### [WHAT TO WORK ON]
Would you copy each line of the records that includes the word "equal"?

Stored data
+ + + +

const char* kUsage =
    "usage: tallyproof [options] [FILE]\n"
    "Chi-square goodness-of-fit test of counts read from FILE (or standard input): pasted\n"
    "text (lines of label<TAB>count, or one count per line), a workbook (.xlsx or .ods: its\n"
    "cells are read as pasted text) or an analysis document (JSON).\n"
    "\n"
    "input (pasted text; the shape, separator and number format are detected):\n"
    "  --digits D             tally a digit of raw numbers: first, second, first-two, last\n"
    "                         (the model defaults to the matching digit law)\n"
    "  --bins B               count raw numbers into bins: edges such as 0,10,20,inf, or\n"
    "                         equal:K (K equal-width bins), or equal-probability:K (K bins of\n"
    "                         probability 1/K under the --model normal (default), lognormal or\n"
    "                         exponential fitted to the values; --param values are used if given)\n"
    "  --raw                  the cells are raw observations, one per cell or line\n"
    "  --case-fold            raw text: upper and lower case are one category\n"
    "  --sorted               raw text: categories in sorted order (default: first seen)\n"
    "  --read-whole           with --digits: read the whole input before tallying (at most\n"
    "                         256 MB) instead of streaming it 1 MiB at a time\n"
    "  --decimal-comma        numbers use a decimal comma (1.234,5)\n"
    "  --decimal-point        numbers use a decimal point (1,234.5)\n"
    "  --shape S              override the detected shape: label-count, label-observed-expected,\n"
    "                         counts-column, counts-row, raw-text, raw-whole-numbers,\n"
    "                         raw-digits, raw-bins\n"
    "  --sheet NAME|NUMBER    workbook: the sheet to read, by name or 1-based number (default:\n"
    "                         the first visible sheet with values)\n"
    "  --range A1:D20         workbook: the cells to read (also B:D, 3:9 or C4; default: the\n"
    "                         sheet's used range); both are refused for an input that is text\n"
    "  --third-column C       what a third column (label, observed, third) holds: auto (default;\n"
    "                         a previous sample when its header names one, such as Last month,\n"
    "                         Baseline or Control; else expected values), expected, or previous\n"
    "                         (a previous sample's counts: test of homogeneity of the two samples)\n"
    "output:\n"
    "  --json                 print the result document as JSON\n"
    "  --table csv|tsv|xlsx   print the per-category table for a spreadsheet (formulas neutralised);\n"
    "                         xlsx: a workbook with sheets Categories and Numbers (the write-up's\n"
    "                         quantities), numbers in full precision, labels always text; it is\n"
    "                         binary, so redirect it to a file: --table xlsx data.txt > table.xlsx\n"
    "  --writeup plain|markdown|tsv\n"
    "                         print the results block to paste into a report\n"
    "  --output-decimal-comma write numbers with a decimal comma (CSV then uses ';')\n"
    "  --byte-order-mark      start --table output with a UTF-8 byte-order mark, for a file a\n"
    "                         spreadsheet program will open (standard output has none otherwise)\n"
    "model (options override the document):\n"
    "  --model KIND           equal, shares, ratio, counts, poisson, binomial, geometric,\n"
    "                         negative-binomial, uniform, normal, lognormal, exponential,\n"
    "                         benford-first, benford-second, benford-first-two, last-digit,\n"
    "                         last-digit-even, reference-sample (a previous sample's counts\n"
    "                         in --values: test of homogeneity of the two samples)\n"
    "  --values LIST          shares, ratio, expected counts or the previous sample's counts:\n"
    "                         9:3:3:1 or 0.5,0.3,0.2 or 140,390,230,40\n"
    "  --param NAME=VALUE     a given parameter (mean, trials, p, size, sd, meanlog, sdlog, rate);\n"
    "                         parameters not given are estimated from the counts\n"
    "  --edges LIST           bin edges for normal, lognormal, exponential: -inf,10,20,inf\n"
    "  --ordered              the categories have a natural order\n"
    "  --extra-params M       parameters estimated elsewhere from raw data (each costs one df)\n"
    "test:\n"
    "  --alpha A              significance level of the decision (default 0.05)\n"
    "  --lambda L             which statistic of the power-divergence family: 1 Pearson's\n"
    "                         chi-square, 0 likelihood ratio (G2), 0.6667 Cressie-Read,\n"
    "                         -0.5 Freeman-Tukey, -1 modified likelihood ratio, -2 Neyman\n"
    "  --williams             Williams' correction of the likelihood ratio (with --lambda 0)\n"
    "  --method M             asymptotic (default), exact or monte-carlo\n"
    "  --ordering O           exact and Monte Carlo: which outcomes count as at least as extreme:\n"
    "                         statistic (default; a statistic at least the observed one) or\n"
    "                         probability (outcomes no more probable than the observed counts)\n"
    "  --replicates N         Monte Carlo: how many samples to simulate (default 100000 replicates)\n"
    "  --seed S               Monte Carlo: the random generator's seed; the same seed repeats\n"
    "                         the same p-value (default 1)\n"
    "  --merge RULE           merge thin categories: none, all-5, cochran, minimum\n"
    "  --min-expected X       the minimum for --merge minimum\n"
    "planning:\n"
    "  --plan-w W             effect size to detect (default: the observed w)\n"
    "  --plan-n N             sample size for the power (default: the observed N)\n"
    "  --target-power P       power wanted for the required N (default 0.8)\n"
    "conformity (show the mix departs from the stated one by less than a margin):\n"
    "  --conformity W         margin w0 in (0, 1], e.g. 0.1 (Cohen's small); the contract decides\n"
    "  --conformity-true-w W  planning: the true w assumed (default 0)\n"
    "  --conformity-power P   planning: power wanted to show conformity (default 0.8)\n"
    "screening many groups (one test per group; see docs/analysis-document.md, Screening):\n"
    "  --by COLUMN            the group column: its header name or 1-based number; the table\n"
    "                         is long (group, category, count), wide (one row per group under\n"
    "                         a header naming the categories) or raw (group, value; tallied\n"
    "                         per group with --digits, --bins or as text)\n"
    "  --group-shape S        override the detected shape: long, wide, raw\n"
    "  --group-header H       yes: the first line is a header row; no: it is a group (default:\n"
    "                         detected, also when it numbers the categories: 0..9, years)\n"
    "  --against A            model (default: each group against --model) or rest (each group\n"
    "                         against the other groups pooled, a test of homogeneity)\n"
    "  --adjust M             across groups: bh (default, false discovery rate), holm,\n"
    "                         bonferroni, none\n"
    "  --q Q                  flag groups whose adjusted p is at most Q (default 0.05)\n"
    "                         (--table and --writeup then give the groups table and summary;\n"
    "                         --table xlsx a workbook with sheets Groups and Screen)\n"
    "survey data (design-corrected test, Rao and Scott 1981, 1984; see docs/methods.md):\n"
    "  --category COLUMN      respondent rows (one per respondent, under a header): the\n"
    "                         category column, by header name or 1-based number; categories\n"
    "                         in first-seen order, or --sorted\n"
    "  --weight COLUMN        the sampling weight column (weights > 0; default: every weight 1)\n"
    "  --stratum COLUMN       the stratum column (default: one stratum)\n"
    "  --cluster COLUMN       the cluster (PSU) column, nested in strata (default: each\n"
    "                         respondent its own PSU); a stratum with one PSU is refused\n"
    "  --design-effect D      one overall design effect: X2/D, the crude correction; D may be\n"
    "                         kish (1 + CV2 of the --weight column)\n"
    "  --design-effects LIST  one design effect per category (1.4,1.2,1.9): first-order\n"
    "                         Rao-Scott correction of the counts or weighted shares read\n"
    "other:\n"
    "  --glossary             print what each abbreviation and symbol on screen means\n"
    "  --version, --help\n"
    "\n"
    "exit status: 0 analysed, 1 input refused, 2 usage error or input that cannot be read,\n"
    "             3 output that could not be written (a full disk, a closed output),\n"
    "             4 analysed, but a streamed input ended in the middle of a line (it may have\n"
    "               been cut short; the result says so), 128 + N stopped by signal N while\n"
    "               a stream was read (no result)\n";

constexpr int kRefused = 1, kUsageError = 2, kCannotRead = 2, kCannotWrite = 3, kOpenEnd = 4;

bool g_json = false;  // --json anywhere on the command line: every refusal is also a result document

// With --json, the error form of the result document on standard output (docs/analysis-document.md),
// so a script reading standard output always has a document to parse.
void print_error_document(const std::string& message) {
    if (!g_json) return;
    tallyproof::JsonWriter j;
    tallyproof::begin_result_document(j, tallyproof::Status::failure(message));
    j.key("warnings").strings({});
    j.end_object();
    std::fputs((j.str() + "\n").c_str(), stdout);
    std::fflush(stdout);
}

int usage_error(const std::string& msg) {
    std::fprintf(stderr, "tallyproof: %s\n(see tallyproof --help)\n", msg.c_str());
    print_error_document(msg);
    return kUsageError;
}

int cannot_read(const std::string& what, int error) {
    const std::string msg = "cannot read " + what + ": " + std::strerror(error);
    std::fprintf(stderr, "tallyproof: %s\n", msg.c_str());
    print_error_document(msg);
    return kCannotRead;
}

// Writes `text` to standard output and makes sure it arrived: the stream's error state after
// the write, a flush and closing it (a full disk or a closed descriptor shows only there).
int write_output(const std::string& text, const char* what) {
    errno = 0;
    const bool written = std::fwrite(text.data(), 1, text.size(), stdout) == text.size();
    const bool flushed = written && std::fflush(stdout) == 0 && !std::ferror(stdout);
    const int error = errno;
    const bool closed = std::fclose(stdout) == 0;
    if (written && flushed && closed) return 0;
    std::fprintf(stderr, "tallyproof: could not write %s to standard output: %s\n", what,
                 std::strerror(error != 0 ? error : errno != 0 ? errno : EIO));
    return kCannotWrite;
}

+ + + +

### [WRITTEN RESPONSE]
    "                         equal:K (K equal-width bins), or equal-probability:K (K bins of\n"
    "  --model KIND           equal, shares, ratio, counts, poisson, binomial, geometric,\n"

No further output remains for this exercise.